#### [Records for this exercise]
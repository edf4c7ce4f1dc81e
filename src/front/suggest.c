/* suggest.c — edit distance for "did you mean" hints. */
#include "config.h"

#include "front/suggest.h"
#include "cairn/util.h"

#include <ctype.h>
#include <stdlib.h>
#include <string.h>
#include <strings.h>

/* Optimal string alignment distance (Damerau-Levenshtein without repeated
 * edits of one substring), case-insensitive; three rows of the table. */
int front_suggest_distance(const char *a, size_t na, const char *b, size_t nb) {
  if (na > 64 || nb > 64) return 1000;
  int rows[3][65];
  int *pp = rows[0], *prev = rows[1], *cur = rows[2];
  for (size_t j = 0; j <= nb; j++) prev[j] = (int)j;
  for (size_t i = 1; i <= na; i++) {
    cur[0] = (int)i;
    for (size_t j = 1; j <= nb; j++) {
      int ca = tolower((unsigned char)a[i - 1]), cb = tolower((unsigned char)b[j - 1]);
      int cost = ca != cb;
      int v = prev[j] + 1;
      if (cur[j - 1] + 1 < v) v = cur[j - 1] + 1;
      if (prev[j - 1] + cost < v) v = prev[j - 1] + cost;
      if (i > 1 && j > 1 && ca == tolower((unsigned char)b[j - 2]) && tolower((unsigned char)a[i - 2]) == cb &&
          pp[j - 2] + 1 < v)
        v = pp[j - 2] + 1;
      cur[j] = v;
    }
    int *t = pp;
    pp = prev;
    prev = cur;
    cur = t;
  }
  return prev[nb];
}

const char *front_suggest(const char *s, size_t len, const char *const *words, int n) {
  int limit = len <= 3 ? 1 : len <= 7 ? 2 : 3;
  int best = limit + 1;
  const char *pick = NULL;
  for (int i = 0; i < n; i++) {
    size_t wl = strlen(words[i]);
    if (wl == len && strncasecmp(words[i], s, len) == 0) continue; /* the same word: not a typo */
    int dist = front_suggest_distance(s, len, words[i], wl);
    if (dist < best && dist < (int)wl) {
      best = dist;
      pick = words[i];
    }
  }
  return pick;
}
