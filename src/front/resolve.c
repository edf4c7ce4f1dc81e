/* resolve.c — from the ASTs of a recipe (and the files it uses) to the IR.
 *
 * Steps, each reporting every error it finds:
 *   1. read the top file and every `use`d file, depth first, into one list of
 *      statements (a file is read once; a cycle is an error at the `use`);
 *   2. check the header and that once-only statements appear once; collect
 *      the names of `let` and `vary`;
 *   3. evaluate the lets and the vary in order (names are defined before use);
 *   4. resolve the molecule, the orbital space (space.c) and then every
 *      remaining section into its IR form.
 * When a file has syntax errors, resolution stops after step 1: meaning
 * checked on a half-read recipe would mostly report consequences.
 */
#include "config.h"

#include "front/resolve.h"
#include "front/parse.h"
#include "front/suggest.h"
#include "cairn/chem.h"
#include "cairn/element.h"
#include "cairn/pauli.h"
#include "cairn/util.h"

#include <ctype.h>
#include <math.h>
#include <stdlib.h>
#include <string.h>

enum { RS_MAX_USE_DEPTH = 32, RS_MAX_POINTS = 10000 };

/* ---- small helpers ------------------------------------------------------ */

/* Lexical normalization of a path: drops `.` parts and empty parts, folds
 * `dir/..`.  (Lexical, so that it also works for files that do not exist yet,
 * like outputs.) */
static char *path_normalize(const char *path) {
  size_t n = strlen(path);
  char *buf = xstrdup(path);
  const char **parts = xmalloc(sizeof *parts * (n / 2 + 2));
  int np = 0;
  int absolute = path[0] == '/';
  char *save = NULL;
  for (char *t = strtok_r(buf, "/", &save); t; t = strtok_r(NULL, "/", &save)) {
    if (strcmp(t, ".") == 0) continue;
    if (strcmp(t, "..") == 0 && np > 0 && strcmp(parts[np - 1], "..") != 0) {
      np--;
      continue;
    }
    if (strcmp(t, "..") == 0 && absolute) continue;
    parts[np++] = t;
  }
  util_buf out = {0};
  if (absolute) util_buf_append(&out, "/", 1);
  for (int i = 0; i < np; i++) {
    if (i) util_buf_append(&out, "/", 1);
    util_buf_printf(&out, "%s", parts[i]);
  }
  if (out.len == 0) util_buf_append(&out, ".", 1);
  free(parts);
  free(buf);
  return out.s;
}

/* The text of a string token without its quotes; \" and \\ are escapes. */
static char *unquote(const diag_ctx *d, diag_span s) {
  size_t len;
  const char *t = ast_text(d, s, &len);
  size_t i = 0, end = len;
  if (len > 0 && t[0] == '"') i = 1;
  if (end > i && t[end - 1] == '"' && !(end >= 2 && t[end - 2] == '\\' && end - 2 >= i)) end--;
  util_buf b = {0};
  util_buf_append(&b, "", 0);
  for (; i < end; i++) {
    if (t[i] == '\\' && i + 1 < end && (t[i + 1] == '"' || t[i + 1] == '\\')) i++;
    util_buf_append(&b, t + i, 1);
  }
  return b.s;
}

/* A path written in file `in_file`, made relative to that file's directory. */
static char *relative_to(const rs *c, int32_t in_file, const char *p) {
  char *dir = util_dirname(diag_file_path(c->d, in_file));
  char *j = util_path_join(dir, p);
  char *n = path_normalize(j);
  free(dir);
  free(j);
  return n;
}

static char *str_of(const rs *c, diag_span s) { return ast_text_dup(c->d, s); }

int front_index(rs *c, diag_span s, int bad, long *out) {
  if (bad) return -1;
  size_t len;
  const char *t = ast_text(c->d, s, &len);
  long v = 0;
  size_t i = 0;
  for (; i < len && isdigit((unsigned char)t[i]); i++) {
    v = v * 10 + (t[i] - '0');
    if (v > 100000000L) break;
  }
  if (len == 0 || i != len) {
    diag_report(c->d, DIAG_ERROR, s, "expected a whole number, not `%.*s`", (int)len, t);
    return -1;
  }
  *out = v;
  return 0;
}

/* "unknown X `w`" with a did-you-mean and the list of what is known. */
static void unknown_word(rs *c, diag_span w, const char *what, const char *plural, const char *const *known, int n) {
  size_t len;
  const char *t = ast_text(c->d, w, &len);
  diag_report(c->d, DIAG_ERROR, w, "unknown %s `%.*s`", what, (int)len, t);
  const char *s = front_suggest(t, len, known, n);
  util_buf b = {0};
  for (int i = 0; i < n; i++) util_buf_printf(&b, "%s%s", i ? ", " : "", known[i]);
  if (s) diag_help(c->d, "did you mean `%s`? (%s: %s)", s, plural, b.s);
  else diag_help(c->d, "%s: %s", plural, b.s);
  util_buf_free(&b);
}

/* Index of w in known, or -1. */
static int word_index(const rs *c, diag_span w, const char *const *known, int n) {
  for (int i = 0; i < n; i++)
    if (ast_text_is(c->d, w, known[i])) return i;
  return -1;
}

/* ---- step 1: reading files ---------------------------------------------- */

static int32_t default_load(void *ctx, diag_ctx *d, const char *path, diag_span from) {
  (void)ctx;
  return diag_load_file(d, path, from);
}
static int default_count(void *ctx, const ir_recipe *r, diag_ctx *d) {
  (void)ctx;
  return chem_count_orbitals(r, d);
}
static int default_header(void *ctx, const char *path, diag_span from, diag_ctx *d, int *norb, int *nelec,
                          int *ms2) {
  (void)ctx;
  return chem_fcidump_header(path, from, d, norb, nelec, ms2);
}

static void collect(rs *c, int32_t file, int top);

/* use "path": read the file once; a file that is being read further up the
 * chain is a cycle. */
static void resolve_use(rs *c, ast_stmt *s) {
  char *p = unquote(c->d, s->name);
  if (!*p) {
    diag_report(c->d, DIAG_ERROR, s->name, "`use` needs a file name");
    free(p);
    return;
  }
  char *path = relative_to(c, s->span.file, p);
  free(p);
  for (int i = 0; i < c->nstack; i++) {
    if (strcmp(c->stack[i], path) != 0) continue;
    c->use_failed = 1;
    diag_report(c->d, DIAG_ERROR, s->span, "`use` cycle: `%s` is already being read", path);
    for (int j = i; j < c->nstack; j++)
      diag_note(c->d, DIAG_NOWHERE, "`%s` uses `%s`", c->stack[j], j + 1 < c->nstack ? c->stack[j + 1] : path);
    diag_help(c->d, "a file may not use itself, directly or through other files");
    free(path);
    return;
  }
  for (int i = 0; i < c->nincluded; i++)
    if (strcmp(c->included[i], path) == 0) {
      free(path); /* read once: its statements are already in */
      return;
    }
  if (c->nstack >= RS_MAX_USE_DEPTH) {
    diag_report(c->d, DIAG_ERROR, s->span, "`use` files nest deeper than %d levels", RS_MAX_USE_DEPTH);
    free(path);
    return;
  }
  int32_t f = c->o.load(c->o.ctx, c->d, path, s->span);
  if (f < 0) {
    c->use_failed = 1;
    free(path);
    return;
  }
  c->r->uses = xrealloc(c->r->uses, sizeof *c->r->uses * (size_t)(c->r->nuses + 1));
  c->r->uses[c->r->nuses++] = xstrdup(path);
  c->included = xrealloc(c->included, sizeof *c->included * (size_t)(c->nincluded + 1));
  c->included[c->nincluded++] = path;
  collect(c, f, 0);
}
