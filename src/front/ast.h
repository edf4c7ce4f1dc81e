/* ast.h — a recipe as it was written (private to the front end).
 *
 * The parser builds one ast_file per source file.  Nodes hold byte spans into
 * the registered source text (diag_ctx), never copies of it: names, numbers and
 * strings are read back from the spans when they are needed (ast_text).  The
 * AST keeps everything fmt needs to rewrite the file (parentheses, the order of
 * statements and options, the raw spelling of numbers and bit strings); all
 * meaning is decided later, in resolve.c.
 *
 * Ownership: an ast_file owns its statements; a statement owns its
 * expressions, span lists and block items; an expression owns its operands.
 * Builders take ownership of the pointers they are given.  ast_file_free,
 * ast_stmt_free and ast_expr_free free a node and everything below it.
 */
#ifndef CAIRN_FRONT_AST_H
#define CAIRN_FRONT_AST_H

#include "cairn/diag.h"
#include "cairn/ir.h"

#include <stddef.h>

/* Built-in functions of expressions.  ORDER FUNCS: ast_func_names in ast.c. */
typedef enum ast_func { AST_F_SIN, AST_F_COS, AST_F_TAN, AST_F_SQRT, AST_F_EXP, AST_F_LOG, AST_F_COUNT } ast_func;

typedef enum ast_expr_kind {
  AST_E_NUM,    /* a number literal; its spelling is the span's text */
  AST_E_NAME,   /* a let or vary name */
  AST_E_SIGN,   /* unary + or - (op) applied to a */
  AST_E_BIN,    /* a op b, op one of + - * / ^ */
  AST_E_CALL,   /* func(a) */
  AST_E_UNIT,   /* a followed by a unit word (unit) */
  AST_E_PAREN   /* (a), kept so fmt writes what was written */
} ast_expr_kind;

typedef struct ast_expr {
  ast_expr_kind kind;
  diag_span span;        /* the whole expression */
  char op;               /* SIGN, BIN */
  ast_func func;         /* CALL */
  ir_unit unit;          /* UNIT */
  diag_span word;        /* CALL: the function name; UNIT: the unit word */
  double value;          /* NUM */
  int bad;               /* NUM: not a valid number (already reported) */
  struct ast_expr *a, *b;
} ast_expr;

/* A list of token spans (option words, Pauli tokens, orbital indices). */
typedef struct ast_spans {
  diag_span *v;
  int n;
  size_t cap;
} ast_spans;

typedef enum ast_kind {
  /* statements */
  AST_HEADER,        /* cairn E */
  AST_LET,           /* let NAME = E */
  AST_VARY,          /* vary NAME from E to E step E */
  AST_ATOMS,         /* atoms [unit] { items: AST_ATOM } */
  AST_CHARGE,        /* charge E */
  AST_MULTIPLICITY,  /* multiplicity E */
  AST_BASIS,         /* basis NAME (name = the basis word) */
  AST_BASIS_FILE,    /* basis file "path" */
  AST_INTEGRALS,     /* integrals "path" */
  AST_ORBITALS,      /* orbitals { items: AST_FREEZE_*, AST_ACTIVE_* } */
  AST_ENCODING,      /* encoding NAME words... (name = encoding, words = extra words: taper) */
  AST_REFERENCE,     /* reference NAME */
  AST_REFERENCE_BITS,/* reference bits TEXT (name = the bit string) */
  AST_KEEP,          /* keep NAME policy [E] (variant = ir_policy) */
  AST_POOL,          /* pool { items: AST_RULE, AST_PAULI, AST_EXCITE } */
  AST_CHOOSE,        /* choose ... (variant = ir_choose_kind; e[0] count, e[1] threshold) */
  AST_ORDER,         /* order ... (variant = ir_order) */
  AST_TROTTER,       /* trotter E */
  AST_OPTIMIZE,      /* optimize NAME settings (items: AST_SETTING) */
  AST_EMIT,          /* emit NAME "path" */
  AST_USE,           /* use "path" */
  /* block items */
  AST_ATOM,          /* SYMBOL E E E (name = symbol) */
  AST_FREEZE_CORE,   /* freeze core */
  AST_FREEZE_LIST,   /* freeze N N ... (list) */
  AST_ACTIVE_COUNT,  /* active E electrons in E orbitals */
  AST_ACTIVE_LIST,   /* active orbitals N N..M ... (list) */
  AST_RULE,          /* WORD WORD ... (words: rule name and options) */
  AST_PAULI,         /* word TOKENS (words: the Pauli tokens) */
  AST_EXCITE,        /* excite N... -> N... (list -> list2) */
  AST_SETTING        /* an optimizer setting: name [E] or name WORD (name, e[0] or word) */
} ast_kind;

/* One index or range of a list: `3` (hi.file < 0) or `3..6`. */
typedef struct ast_range {
  diag_span lo, hi;
  int bad;  /* a bad number, already reported by the scanner */
} ast_range;

typedef struct ast_ranges {
  ast_range *v;
  int n;
  size_t cap;
} ast_ranges;

typedef struct ast_stmt ast_stmt;

typedef struct ast_block {
  ast_stmt **v;
  int n;
  size_t cap;
} ast_block;

struct ast_stmt {
  ast_kind kind;
  diag_span span;       /* the statement's line, first token to last (a block: its header line) */
  diag_span kw;         /* the leading keyword (an atom line: the symbol) */
  diag_span name;       /* the name/value word or string (see ast_kind); file < 0 if none */
  diag_span word;       /* AST_SETTING: a word value (guess mp2); file < 0 if none */
  int variant;          /* kind-specific (see ast_kind); atoms: ir_unit of the block */
  diag_span variant_span; /* the words that chose the variant (the policy, `by gradient`, the unit) */
  ast_expr *e[3];       /* expressions (see ast_kind) */
  ast_spans words;      /* AST_ENCODING, AST_RULE, AST_PAULI */
  ast_ranges list, list2; /* AST_FREEZE_LIST, AST_ACTIVE_LIST; AST_EXCITE from -> to */
  diag_span arrow;      /* AST_EXCITE: the `->` */
  ast_block items;      /* blocks and optimize settings */
  diag_span open, close;/* block braces; open.file < 0 when `{` was missing, close when `}` was */
};

typedef struct ast_file {
  int32_t file;         /* registered source */
  ast_block stmts;
  diag_span *comments;  /* every `#` comment, in source order */
  int ncomments;
  size_t capcomments;
  int errors;           /* syntax errors found while parsing this file */
} ast_file;

/* Text of a span (not NUL-terminated; *len bytes). */
const char *ast_text(const diag_ctx *d, diag_span s, size_t *len);
/* 1 when the span's text equals the NUL-terminated word w. */
int ast_text_is(const diag_ctx *d, diag_span s, const char *w);
/* The span's text as a malloc'd string (caller frees). */
char *ast_text_dup(const diag_ctx *d, diag_span s);
/* The span from the start of a to the end of b. */
diag_span ast_join(diag_span a, diag_span b);

const char *ast_func_name(ast_func f);
/* Function of a name ("sin"), or -1. */
int ast_func_lookup(const char *s, size_t len);

/* Expression builders (grammar actions call these; they take ownership). */
ast_expr *ast_num(const diag_ctx *d, diag_span s, int bad);
ast_expr *ast_name(diag_span s);
ast_expr *ast_sign(diag_span op, char sign, ast_expr *a);
ast_expr *ast_bin(char op, ast_expr *a, ast_expr *b);
ast_expr *ast_call(const diag_ctx *d, diag_span fn, ast_expr *a, diag_span close);
ast_expr *ast_unit(const diag_ctx *d, ast_expr *a, diag_span unit);
ast_expr *ast_paren(diag_span open, ast_expr *a, diag_span close);
void ast_expr_free(ast_expr *e);

/* Statement builders.  `kw` is the leading keyword's span; the statement span
 * runs from kw to `end` (the last token before the newline). */
ast_stmt *ast_stmt_new(ast_kind kind, diag_span kw, diag_span end);
ast_stmt *ast_stmt_name(ast_stmt *s, diag_span name);
ast_stmt *ast_stmt_expr(ast_stmt *s, int slot, ast_expr *e);
ast_stmt *ast_stmt_variant(ast_stmt *s, int variant, diag_span where);
ast_stmt *ast_stmt_word(ast_stmt *s, diag_span word);
ast_stmt *ast_stmt_words(ast_stmt *s, ast_spans *words);
ast_stmt *ast_stmt_lists(ast_stmt *s, ast_ranges *list, diag_span arrow, ast_ranges *list2);
/* Block statements: `open` may be DIAG_NOWHERE when `{` was missing. */
ast_stmt *ast_stmt_block(ast_stmt *s, diag_span open, ast_block *items, diag_span close);
ast_stmt *ast_stmt_settings(ast_stmt *s, ast_block *settings);
void ast_stmt_free(ast_stmt *s);

ast_spans *ast_spans_new(void);
ast_spans *ast_spans_add(ast_spans *l, diag_span s);
ast_spans *ast_spans_prepend(ast_spans *l, diag_span s);
void ast_spans_free(ast_spans *l);
ast_ranges *ast_ranges_new(void);
ast_ranges *ast_ranges_add(ast_ranges *l, diag_span lo, diag_span hi, int bad);
void ast_ranges_free(ast_ranges *l);
ast_block *ast_block_new(void);
ast_block *ast_block_add(ast_block *b, ast_stmt *s); /* s may be NULL (a blank line): ignored */
void ast_block_free(ast_block *b);
/* Move a heap ast_block's contents into *dst (which must be empty) and free it. */
void ast_block_move(ast_block *dst, ast_block *src);

void ast_file_free(ast_file *f);

#endif
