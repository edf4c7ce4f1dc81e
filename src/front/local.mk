## recipe language front end: scanner, parser, AST, resolve, fmt, diff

#### [Exercise instructions]
Your response should hold the lines from the first line of the entries above through the line with "for (size_t j = 0;", each retyped exactly, and nothing else.

#### [Answer section]
repository edf4c7ce4f1dc81e
filename src/front/suggest.c
/* suggest.c — edit distance for "did you mean" hints. */
#include "config.h"

#include "front/suggest.h"
#include "cairn/util.h"

#include <ctype.h>
#include <stdlib.h>
#include <string.h>
#include <strings.h>

/* Optimal string alignment distance (Damerau-Levenshtein without repeated
 * edits of one substring), case-insensitive; three rows of the table. */
int front_suggest_distance(const char *a, size_t na, const char *b, size_t nb) {
  if (na > 64 || nb > 64) return 1000;
  int rows[3][65];
  int *pp = rows[0], *prev = rows[1], *cur = rows[2];
  for (size_t j = 0; j <= nb; j++) prev[j] = (int)j;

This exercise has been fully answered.